If you'd like to be more in the startup space then look at startup blogs for
networking events in your area and attend. If you're in Seattle, you can
attend things like OpenCoffee at Louisa's. I went a while back and met a few
folks that were getting plugged in to various projects that eachother had
going. I had coffee with Andy S (TechStars) that day. Your portfolio (which
may or may not include open source contributions) will help seal the deal, but
unless it's really prominent is unlikely to find the leads for you by itself.

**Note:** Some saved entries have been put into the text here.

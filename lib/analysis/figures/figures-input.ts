import { conditionOf, currentOf, learned, openRows, type FoldState } from '../fold'
import type { FiguresInput, LearnedFigures } from './types'

/**
 * What `figuresOf` takes, out of a system's fold state (its head, or folded to `at`) and what the state does not
 * hold. A switch point that nothing taught and nobody set stays null, where the fold itself takes a usual one.
 */
export function figuresInput(
  state: FoldState,
  rest: Pick<FiguresInput, 'at' | 'rows' | 'settings' | 'lastHeardAt'>,
): FiguresInput {
  const condition = conditionOf(state)
  const current = currentOf(state)
  return {
    ...rest,
    open: openRows(state),
    current: current.at === null ? null : { ...current, at: current.at },
    learned: learnedFigures(state),
    condition: { offSince: condition.offSince, runningOnSince: condition.runningOnSince },
    statement: condition.statement,
  }
}

function learnedFigures(state: FoldState): LearnedFigures {
  const { counts, cutOutPa, cutInPa, settledPa, rechargePaPerSecond } = learned(state)
  return {
    cutOutPa: counts.cutOut > 0 || state.settings.cutOutPa !== null ? cutOutPa : null,
    cutInPa: counts.cutIn > 0 || state.settings.cutInPa !== null ? cutInPa : null,
    settledPa: counts.settled > 0 ? settledPa : null,
    rechargePaPerSecond,
  }
}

If you're looking for enterprise level contracts, then probably the best thing
you could do is go through a contracting agency to start. Most big companies
don't hire independent 1099ers anyway, many times for insurance reasons (of
all things...). Again the point always goes back to building your network so
the first gig or two might not be what you want but keep in touch with the
people you can. Make sure your gigs are at the best possible companies you can
find. Again back to Seattle, Microsoft is awesome to meet great people at and
they contract relatively heavily. Also the bio tech's are no doubt in need
right now.

Good luck!

------
davidcann
If your skills are in web and/or mobile, contact design firms and show them
projects you've worked on. When you work as a sub-contractor, they find work
for you.

Deliver quality work and stay on schedule. Build relationships with multiple
design firms and you can pick between projects.

------
triviatise
consulting is hard :) That is what I do for a living. My first job on my own
was from a previous employer. That let me hire a team including sales people.
It also let me make a bunch of costly mistakes. Eventually I found a sales
person who got me additional clients.

I would say to make it in consulting you pretty much have to have a network.
These days you could possibly use something like odesk or elance, but I dont
have any experience with those.

------
_pius
The first thing to do, in my opinion, is to maintain an active Github account
and contribute to the open source community.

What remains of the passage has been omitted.